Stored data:
:::
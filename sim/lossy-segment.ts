// Line segments with frequency-dependent loss. Each cell's series impedance is R0 + sL plus R‖L
// sections (skin effect); each interior node's shunt admittance is G + sC plus series R–C branches
// (Debye terms of the dielectric). A section's inductor current i_k and a branch's capacitor voltage
// v_k both obey dx/dt = (u − x)/τ (u the cell current or node voltage), integrated with the
// trapezoidal rule: x(n+1) = α·x(n) + β·(u(n+1) + u(n)), α = (1 − h)/(1 + h), β = h/(1 + h),
// h = Δt/(2τ). Substituting into the leapfrog update keeps it one multiply-add per state:
//   (L/Δt + R_eff/2)·I′ = (L/Δt − R_eff/2)·I + ΔV + Σ R_k(1 + α_k)/2 · i_k,  R_eff = R0 + Σ R_k(1 − β_k)
//   (C/Δt + G_eff/2)·V′ = (C/Δt − G_eff/2)·V + ΔI + Σ (1 + α_k)/(2R_k) · v_k,  G_eff = G + Σ (1 − β_k)/R_k
// (recursive convolution of a sum of exponentials; Paul, Analysis of Multiconductor Transmission
// Lines, FDTD with frequency-dependent parameters, in its trapezoidal form).
import type { DcState } from './dc.js';
import type { SegmentSpan } from './ladder.js';

export interface LossySegments {
  count: number;
  start: Int32Array;
  end: Int32Array;
  series: Int32Array;
  shunt: Int32Array;
  coefOffset: Int32Array;
  currentStateOffset: Int32Array;
  voltageStateOffset: Int32Array;
  /** Per segment: a, b, c, d, then (gain, α, β) per section, then (gain, α, β) per branch. */
  coef: Float64Array;
  currentState: Float64Array;
  voltageState: Float64Array;
}

/** Terms are stored in blocks of four (padded with inert terms: gain 0, α 1, β 0) so the cell loop can be unrolled. */
const BLOCK = 4;
function padToBlock(n: number): number {
  return Math.max(1, Math.ceil(n / BLOCK)) * BLOCK;
}

function trapezoid(dt: number, tau: number): [number, number] {
  const h = dt / (2 * tau);
  return [(1 - h) / (1 + h), h / (1 + h)];
}

export function buildLossySegments(spans: SegmentSpan[], dt: number, dc: DcState): LossySegments {
  const n = spans.length;
  const ls: LossySegments = {
    count: n,
    start: Int32Array.from(spans, (s) => s.base),
    end: Int32Array.from(spans, (s) => s.base + s.cells),
    series: Int32Array.from(spans, (s) => padToBlock(s.line.series?.length ?? 0)),
    shunt: Int32Array.from(spans, (s) => padToBlock(s.line.shunt?.length ?? 0)),
    coefOffset: new Int32Array(n),
    currentStateOffset: new Int32Array(n),
    voltageStateOffset: new Int32Array(n),
    coef: new Float64Array(0),
    currentState: new Float64Array(0),
    voltageState: new Float64Array(0),
  };
  let co = 0;
  let io = 0;
  let vo = 0;
  spans.forEach((s, k) => {
    ls.coefOffset[k] = co;
    ls.currentStateOffset[k] = io;
    ls.voltageStateOffset[k] = vo;
    const cells = s.cells;
    co += 4 + 3 * (ls.series[k] + ls.shunt[k]);
    io += cells * ls.series[k];
    vo += Math.max(cells - 1, 0) * ls.shunt[k];
  });
  ls.coef = new Float64Array(co);
  ls.currentState = new Float64Array(io);
  ls.voltageState = new Float64Array(vo);
  spans.forEach((s, k) => {
    const line = s.line;
    const dz = s.cellLength;
    const c = ls.coef;
    let o = ls.coefOffset[k];
    const l = line.l * dz;
    let rEff = line.r * dz;
    const sections = (line.series ?? []).map((t) => {
      const [alpha, beta] = trapezoid(dt, t.tau);
      const r = t.value * dz;
      rEff += r * (1 - beta);
      return { r, alpha, beta };
    });
    let gEff = line.g * dz;
    const branches = (line.shunt ?? []).map((t) => {
      const [alpha, beta] = trapezoid(dt, t.tau);
      const r = t.tau / (t.value * dz);
      gEff += (1 - beta) / r;
      return { r, alpha, beta };
    });
    const denI = l / dt + rEff / 2;
    const cap = line.c * dz;
    const denV = cap / dt + gEff / 2;
    c[o++] = (l / dt - rEff / 2) / denI;
    c[o++] = 1 / denI;
    c[o++] = (cap / dt - gEff / 2) / denV;
    c[o++] = 1 / denV;
    const inert = { gain: 0, alpha: 1, beta: 0 };
    const seriesCoef = sections.map((x) => ({ gain: (x.r * (1 + x.alpha)) / 2 / denI, alpha: x.alpha, beta: x.beta }));
    const shuntCoef = branches.map((x) => ({ gain: (1 + x.alpha) / (2 * x.r) / denV, alpha: x.alpha, beta: x.beta }));
    while (seriesCoef.length < ls.series[k]) seriesCoef.push(inert);
    while (shuntCoef.length < ls.shunt[k]) shuntCoef.push(inert);
    for (const x of [...seriesCoef, ...shuntCoef]) {
      c[o++] = x.gain;
      c[o++] = x.alpha;
      c[o++] = x.beta;
    }
    // DC start: every section's inductor carries the cell current, every branch capacitor holds the node voltage.
    for (let j = 0; j < s.cells; j++) {
      for (let q = 0; q < ls.series[k]; q++) ls.currentState[ls.currentStateOffset[k] + j * ls.series[k] + q] = dc.i[s.base + 1 + j];
      if (j > 0) for (let q = 0; q < ls.shunt[k]; q++) ls.voltageState[ls.voltageStateOffset[k] + (j - 1) * ls.shunt[k] + q] = dc.v[s.base + j];
    }
  });
  return ls;
}

export function advanceLossySegment(ls: LossySegments, s: number, v: Float64Array, i: Float64Array): void {
  if (ls.series[s] === BLOCK && ls.shunt[s] === BLOCK) advanceOneBlock(ls, s, v, i);
  else advanceBlocks(ls, s, v, i);
}

/**
 * The common case, four series and four shunt terms, with the coefficients held in locals: the
 * current half step and the voltage half step are two passes, so each loop's twelve coefficients
 * stay in registers (one fused loop needs twenty-four and spills them).
 */
function advanceOneBlock(ls: LossySegments, s: number, v: Float64Array, i: Float64Array): void {
  const k = ls.coefOffset[s];
  advanceCurrentsOneBlock(ls.coef, k, ls.currentState, ls.currentStateOffset[s], ls.start[s], ls.end[s], v, i);
  advanceVoltagesOneBlock(ls.coef, k, ls.voltageState, ls.voltageStateOffset[s], ls.start[s], ls.end[s], v, i);
}

/** Current half step of every cell (node n → n+1) with its four sections, from the old voltages. */
function advanceCurrentsOneBlock(C: Float64Array, k: number, si: Float64Array, io: number, start: number, end: number, v: Float64Array, i: Float64Array): void {
  const a = C[k], b = C[k + 1];
  k += 4;
  const g0 = C[k], a0 = C[k + 1], b0 = C[k + 2], g1 = C[k + 3], a1 = C[k + 4], b1 = C[k + 5];
  const g2 = C[k + 6], a2 = C[k + 7], b2 = C[k + 8], g3 = C[k + 9], a3 = C[k + 10], b3 = C[k + 11];
  let vn = v[start];
  for (let n = start; n < end; n++, io += 4) {
    const vNext = v[n + 1];
    const old = i[n + 1];
    const s0 = si[io], s1 = si[io + 1], s2 = si[io + 2], s3 = si[io + 3];
    const now = a * old + b * (vn - vNext) + g0 * s0 + g1 * s1 + g2 * s2 + g3 * s3;
    i[n + 1] = now;
    const sum = now + old;
    si[io] = a0 * s0 + b0 * sum;
    si[io + 1] = a1 * s1 + b1 * sum;
    si[io + 2] = a2 * s2 + b2 * sum;
    si[io + 3] = a3 * s3 + b3 * sum;
    vn = vNext;
  }
}

/** Voltage half step of every interior node with its four branches, from the new currents. */
function advanceVoltagesOneBlock(C: Float64Array, k: number, sv: Float64Array, vo: number, start: number, end: number, v: Float64Array, i: Float64Array): void {
  const c = C[k + 2], d = C[k + 3];
  k += 16;
  const h0 = C[k], e0 = C[k + 1], f0 = C[k + 2], h1 = C[k + 3], e1 = C[k + 4], f1 = C[k + 5];
  const h2 = C[k + 6], e2 = C[k + 7], f2 = C[k + 8], h3 = C[k + 9], e3 = C[k + 10], f3 = C[k + 11];
  let left = i[start + 1];
  for (let n = start + 1; n < end; n++, vo += 4) {
    const right = i[n + 1];
    const old = v[n];
    const t0 = sv[vo], t1 = sv[vo + 1], t2 = sv[vo + 2], t3 = sv[vo + 3];
    const now = c * old + d * (left - right) + h0 * t0 + h1 * t1 + h2 * t2 + h3 * t3;
    v[n] = now;
    const sum = now + old;
    sv[vo] = e0 * t0 + f0 * sum;
    sv[vo + 1] = e1 * t1 + f1 * sum;
    sv[vo + 2] = e2 * t2 + f2 * sum;
    sv[vo + 3] = e3 * t3 + f3 * sum;
    left = right;
  }
}

/** Σ gain·state over one cell's terms, four at a time. */
function termSum(coef: Float64Array, co: number, state: Float64Array, so: number, count: number): number {
  let acc = 0;
  for (let q = 0; q < count; q += BLOCK) {
    const k = co + 3 * q;
    const o = so + q;
    acc += coef[k] * state[o] + coef[k + 3] * state[o + 1] + coef[k + 6] * state[o + 2] + coef[k + 9] * state[o + 3];
  }
  return acc;
}

/** x ← α·x + β·sum for one cell's terms, four at a time. */
function termUpdate(coef: Float64Array, co: number, state: Float64Array, so: number, count: number, sum: number): void {
  for (let q = 0; q < count; q += BLOCK) {
    const k = co + 3 * q;
    const o = so + q;
    state[o] = coef[k + 1] * state[o] + coef[k + 2] * sum;
    state[o + 1] = coef[k + 4] * state[o + 1] + coef[k + 5] * sum;
    state[o + 2] = coef[k + 7] * state[o + 2] + coef[k + 8] * sum;
    state[o + 3] = coef[k + 10] * state[o + 3] + coef[k + 11] * sum;
  }
}

/** Any number of blocks of terms (8 for a wide band). */
function advanceBlocks(ls: LossySegments, s: number, v: Float64Array, i: Float64Array): void {
  const start = ls.start[s];
  const end = ls.end[s];
  const ks = ls.series[s];
  const kd = ls.shunt[s];
  const co = ls.coefOffset[s];
  const { coef, currentState: si, voltageState: sv } = ls;
  const a = coef[co];
  const b = coef[co + 1];
  const c = coef[co + 2];
  const d = coef[co + 3];
  const cs = co + 4; // (gain, α, β) per section
  const cd = cs + 3 * ks; // (gain, α, β) per branch
  let io = ls.currentStateOffset[s];
  let vo = ls.voltageStateOffset[s];
  let vn = v[start];
  let left = 0;
  for (let n = start; n < end; n++) {
    const vNext = v[n + 1];
    const old = i[n + 1];
    const right = a * old + b * (vn - vNext) + termSum(coef, cs, si, io, ks);
    i[n + 1] = right;
    termUpdate(coef, cs, si, io, ks, right + old);
    io += ks;
    if (n > start) {
      const vNew = c * vn + d * (left - right) + termSum(coef, cd, sv, vo, kd);
      v[n] = vNew;
      termUpdate(coef, cd, sv, vo, kd, vNew + vn);
      vo += kd;
    }
    left = right;
    vn = vNext;
  }
}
:::
* **Assigned task**: From the records above, reproduce exactly the lines from the one with "export interface LossySegments" to the one with "currentState: Float64Array;", both included, and no others.

* **Response area**:
export interface LossySegments {
  count: number;
  start: Int32Array;
  end: Int32Array;
  series: Int32Array;
  shunt: Int32Array;
  coefOffset: Int32Array;
  currentStateOffset: Int32Array;
  voltageStateOffset: Int32Array;
  /** Per segment: a, b, c, d, then (gain, α, β) per section, then (gain, α, β) per branch. */
  coef: Float64Array;
  currentState: Float64Array;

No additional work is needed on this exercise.